Hero: I’m going to talk with Warlic, Ash, and see if we can figure out a way to help your fiery friend
Hero: In the meantime, maybe you should head over and see Twilly? He’s been working on his healing magic
*Loads Princess as guest B*
Twilly: Ok, Dr. Twillies is in!
Twilly: What seems to be the twouble?
Alta: Well, we were on our way back from Oaklore…
Taros: …And we came to the old bridge…
Alta: You know, the old bridge…
Twilly: I think so…
Taros: …so yeah, we were crossing the bridge, and all of a sudden…
Alta: …I tripped over a GREAT BIG STINKY…
Taros: UGLY Hydra!
Alta: Just sitting there!
Taros: In the MIDDLE of the bridge!
Alta: I tripped and went over on my ankle
Taros: *mutters* Who would just leave it there?
Twilly: Hmm…this is a pwoblem
Twilly: This is the third case of hydra ankle owie-itis syndrome this month
Twilly: Which one was it?
Alta: This one…
Alta: Is there anything you can do?
Twilly: You just let Dr. Twillies handle this
Twilly: How’s that feel?
Alta: It feels…
Alta: Hey, wow! It feels great! THANKS!
Taros: Thanks Twilly, you’re the best!
Twilly: Ah - ah - ahhh, that’s DR. Twilly today *wink*
Twilly: Uh ohs…
Twilly: *sniffs the air*
Twilly: I think Cysero ‘sploded something again…
Twilly: Oh Ash, it’s you! No luck with your girl friend?
Ash: She’s still as fiery as ever
Alta: Um…We’re gonna get going
Taros: Y - yeah…Good luck, Ash!
Twilly: Aww, Twilly is sorries
Twilly: I wish I could heal your voice, but it’s not hurting you…so it’s not something to heal. There has to be some bright side..
Ash: You never need a match again!
Some Time Later
Hero: Um, Ash…?
Twilly: Wwoooohh, Twillies is getting dizzy!

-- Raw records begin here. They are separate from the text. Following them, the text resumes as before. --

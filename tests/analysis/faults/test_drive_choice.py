"""The drives that would settle what is free, by name; tests/property/test_faults.py drives them."""

from __future__ import annotations

from dxfcheck.analysis import analyse
from dxfcheck.analysis.results import SettlingDrive
from tests.analysis.lattices import scissor_lattice
from tests.examples import FOUR_BAR, FOUR_BAR_POINTS
from tests.model import Other, linkage

FIVE_BAR_POINTS = {"A": 0j, "B": 20 + 70j, "C": 80 + 120j, "D": 140 + 60j, "E": 110 + 0j}
FIVE_BAR = {"A": "ground a", "B": "a b", "C": "b c", "D": "c d", "E": "ground d"}


def test_one_missing_drive_and_two() -> None:
    one = analyse(linkage(FIVE_BAR_POINTS, FIVE_BAR, turn={"a": 1.0}))
    assert one.settling_drives == (SettlingDrive(4, 0, None),)
    two = analyse(linkage(FIVE_BAR_POINTS, FIVE_BAR))
    assert two.settling_drives == (SettlingDrive(1, 0, None), SettlingDrive(4, 0, None))


def test_slide_on_the_frame_where_no_link_turns_there() -> None:
    slides: list[Other] = [("slide", 0j, "ground", "left", 1 + 0j), ("slide", 60 + 45j, "ground", "right", 1j)]
    model = linkage({"B": 0j, "C": 60 + 45j}, {"B": "left rod", "C": "rod right"}, others=slides)
    assert analyse(model).settling_drives == (SettlingDrive(1, 0, 2),)


def test_at_a_dead_centre_the_link_that_can_drive_it() -> None:
    """Crank and coupler in line: the rocker stands still, and the crank drives."""
    points = {"A": 0j, "B": 30 + 0j, "C": 130 + 0j, "D": 150 - 60j}
    result = analyse(linkage(points, FOUR_BAR, turn={"rocker": 1.0}))
    assert result.drives[0].outcome == "at limit"
    assert result.settling_drives == (SettlingDrive(1, 0, None),)
    assert analyse(linkage(points, FOUR_BAR, turn={"crank": 1.0})).settling_drives == ()


def test_nothing_to_choose_where_all_is_settled() -> None:
    assert analyse(linkage(FOUR_BAR_POINTS, FOUR_BAR, turn={"crank": 1.0})).settling_drives == ()


def test_large_linkage_with_a_part_that_one_drive_cannot_settle() -> None:
    assert analyse(scissor_lattice(200, unpinned=(60,))).settling_drives == ()
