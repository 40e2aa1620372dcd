"""Links with a motion of their own: rollers, hanging arms, rods that slide at both ends."""

from __future__ import annotations

from dxfcheck.analysis import analyse
from dxfcheck.analysis.results import IdleLink, SettlingDrive
from dxfcheck.linkage import Drive
from tests.examples import FOUR_BAR, FOUR_BAR_POINTS
from tests.model import Other, linkage


def test_roller_of_a_follower_on_a_fixed_curve() -> None:
    """The roller touches at its rim, square to the curve: it may spin, and the follower is settled all the same."""
    along = (1 + 0.2j) / abs(1 + 0.2j)
    contact: list[Other] = [("pin in slot", 100 + 20j - 10j * along, "ground", "roller", along)]
    points = {"O": 0j, "B": 30 + 40j, "R": 100 + 20j}
    result = analyse(linkage(points, {"O": "ground crank", "B": "crank rod", "R": "rod roller"}, others=contact))
    assert result.idle_links == (IdleLink(3, 1, turns=True, pin=2),)
    driven = analyse(
        linkage(
            points,
            {"O": "ground crank", "B": "crank rod", "R": "rod roller"},
            others=contact,
            turn={"crank": 1.0},
        )
    )
    assert [link.determined for link in driven.links] == [True, True, True, False]
    assert driven.idle_links == (IdleLink(3, 1, turns=True, pin=2),)
    assert driven.settling_drives == ()


def test_rod_with_a_slide_at_both_ends() -> None:
    slides: list[Other] = [("slide", at, "block" + name, "bar", 1 + 0j) for name, at in (("1", 0j), ("2", 100 + 0j))]
    pins = {"A": "ground crank", "B": "crank block1", "D": "ground rocker", "C": "rocker block2"}
    points = {"A": -40 - 50j, "B": 0j, "C": 100 + 0j, "D": 130 - 60j}
    result = analyse(linkage(points, pins, others=slides, turn={"crank": 1.0}))
    assert result.idle_links == (IdleLink(5, 1, turns=False, pin=None),)
    assert result.settling_drives == (SettlingDrive(3, 0, None),)


def test_driven_arm_is_not_idle() -> None:
    points, pins = {**FOUR_BAR_POINTS, "E": 300 + 40j}, {**FOUR_BAR, "C": f"{FOUR_BAR['C']} arm"}
    model = linkage(points, pins, tracing={"E": "arm"}, turn={"crank": 1.0})
    arm = next(number for number, link in enumerate(model.links) if link.name == "arm")
    assert [each.link for each in analyse(model).idle_links] == [arm]
    against = Drive(link=arm, against=2, rate=1.0)
    both = linkage(points, pins, tracing={"E": "arm"}, turn={"crank": 1.0}, drives=[against])
    assert analyse(both).idle_links == ()
    assert analyse(both).solved


def test_mechanism_of_one_link_is_not_idle() -> None:
    assert analyse(linkage({"A": 0j, "B": 50 + 0j}, {"A": "ground a"}, tracing={"B": "a"})).idle_links == ()
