"""Locked parts one by one, what would free them, and what costs nothing; brute force is in tests/property."""

from __future__ import annotations

from dxfcheck.analysis import analyse
from dxfcheck.analysis.results import LockedPart
from dxfcheck.linkage import Linkage
from tests.examples import FOUR_BAR, FOUR_BAR_POINTS
from tests.model import linkage
from tests.published.test_mobility import CASES


def names(model: Linkage, links: tuple[int, ...]) -> list[str]:
    return [model.links[link].name for link in links]


def test_two_trusses_that_only_a_linkage_of_bars_joins_are_two_parts() -> None:
    points = {"A": 0j, "B": 40 + 70j, "C": 90 + 0j, "D": 300 + 0j, "E": 340 + 60j, "F": 400 + 0j, "G": 200 + 200j}
    pins = {"A": "ground a", "B": "a b p", "C": "ground b", "D": "ground d", "E": "d f q", "F": "ground f"}
    tied = linkage({**points, "H": 250 + 160j}, {**pins, "G": "p r", "H": "r q"})
    parts = analyse(tied).locked_parts
    assert [names(tied, part.links) for part in parts] == [["a", "b"], ["d", "f"]]
    assert [(part.with_frame, part.redundant) for part in parts] == [(True, 0), (True, 0)]
    assert [names(tied, part.links_to_go) for part in parts] == [["a", "b"], ["d", "f"]]


def test_bars_whose_removal_leaves_the_fewest_locked_are_named() -> None:
    """Two bars to a node and two more on that node and the frame: without the lower ones all of them move."""
    points = {"A": 0j, "B": 50 + 80j, "C": 100 + 0j, "D": 60 + 160j, "E": -60 + 90j}
    model = linkage(points, {"A": "ground a", "B": "a b c", "C": "ground b", "D": "c d", "E": "ground d"})
    (part,) = analyse(model).locked_parts
    assert part.links == (1, 2, 3, 4)
    assert names(model, part.links_to_go) == ["a", "b"]


def test_bar_too_many_is_counted() -> None:
    points = {"A": 0j, "B": 50 + 80j, "C": 100 + 0j, "D": 150 + 10j}
    model = linkage(points, {"A": "ground a", "B": "a b c", "C": "ground b", "D": "ground c"})
    assert analyse(model).locked_parts == (LockedPart((1, 2, 3), True, 1, (1, 2, 3)),)  # noqa: FBT003 - a NamedTuple


def test_usual_linkage_and_a_rocker_at_rest_have_none() -> None:
    assert analyse(linkage(FOUR_BAR_POINTS, FOUR_BAR, turn={"crank": 1.0})).rigid_parts is None
    points = {"A": 0j, "B": 30 + 0j, "C": 130 + 0j, "D": 150 - 60j}
    at_rest = analyse(linkage(points, FOUR_BAR, turn={"crank": 1.0}))
    assert at_rest.solved
    assert at_rest.locked_parts == ()


def test_straight_line_linkage_with_coincident_joints_is_neither_locked_nor_special() -> None:
    """M17: four pins of three links each, so 10 joints; the count is right and nothing repeats."""
    case = CASES["M17 straight-line linkage of eight links"]
    points = {name: complex(float(x), float(y)) for name, x, y in (each.split() for each in case.points.split("; "))}
    pins = {name: " ".join(links) for name, *links in (each.split() for each in case.pins.split("; "))}
    result = analyse(linkage(points, pins, turn={"crank": 1.0}))
    assert result.solved
    assert (result.locked_parts, result.dependent_joints, result.finite) == ((), (), None)
    assert (result.idle_links, result.settling_drives) == ((), ())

Warlic: Ash…Ash Dragonblade and I have been talking and may have found the solution to the…
Warlic: fire issue
Hero: The best way to combat fire is with ice. I think you’ll be able to find a cure in the Frozen North
Warlic: You’ll have to be careful though, the north is home to many dangerous species
Warlic: But one might hold the cure, as most of the monsters in that area have developed natural ways to combat fire
Hero: There is also a legend amongst the Kilguin, one of the northern tribes
Hero: It tells of a princess frozen deep within a cave that’s guarded by frost wisps
Hero: They say on very cold nights, you can hear her singing echo out of cave and that she sings about wanting to finally see the sun
Warlic: If the wisps are keeping her frozen, then you might be able to use one to freeze the fire out of your friend
Ash: We’ll head north then!
Ash: There’s a princess to save!
Ash: And you’ll finally be able to tell us where you’re from!
Ash: Thanks for coming with me
Ash: I just wish…
Ash: I guess what I’m trying to say is…
Ash: Can…Do you think you could maybe try to keep up? You’re lagging a little bit
Ash: Ahahaha! I was just kidding! Can’t you take a joke?!
Ash: Shh, there she is!
Ash: She looks so sad…
Ash: How do we unfreeze her…
You earned the title: Princess Slayer!
Ash: You can talk!
Ash: Are you, ok, uh…well, what’s your name?
Girl: I don’t remember…Who…who are you?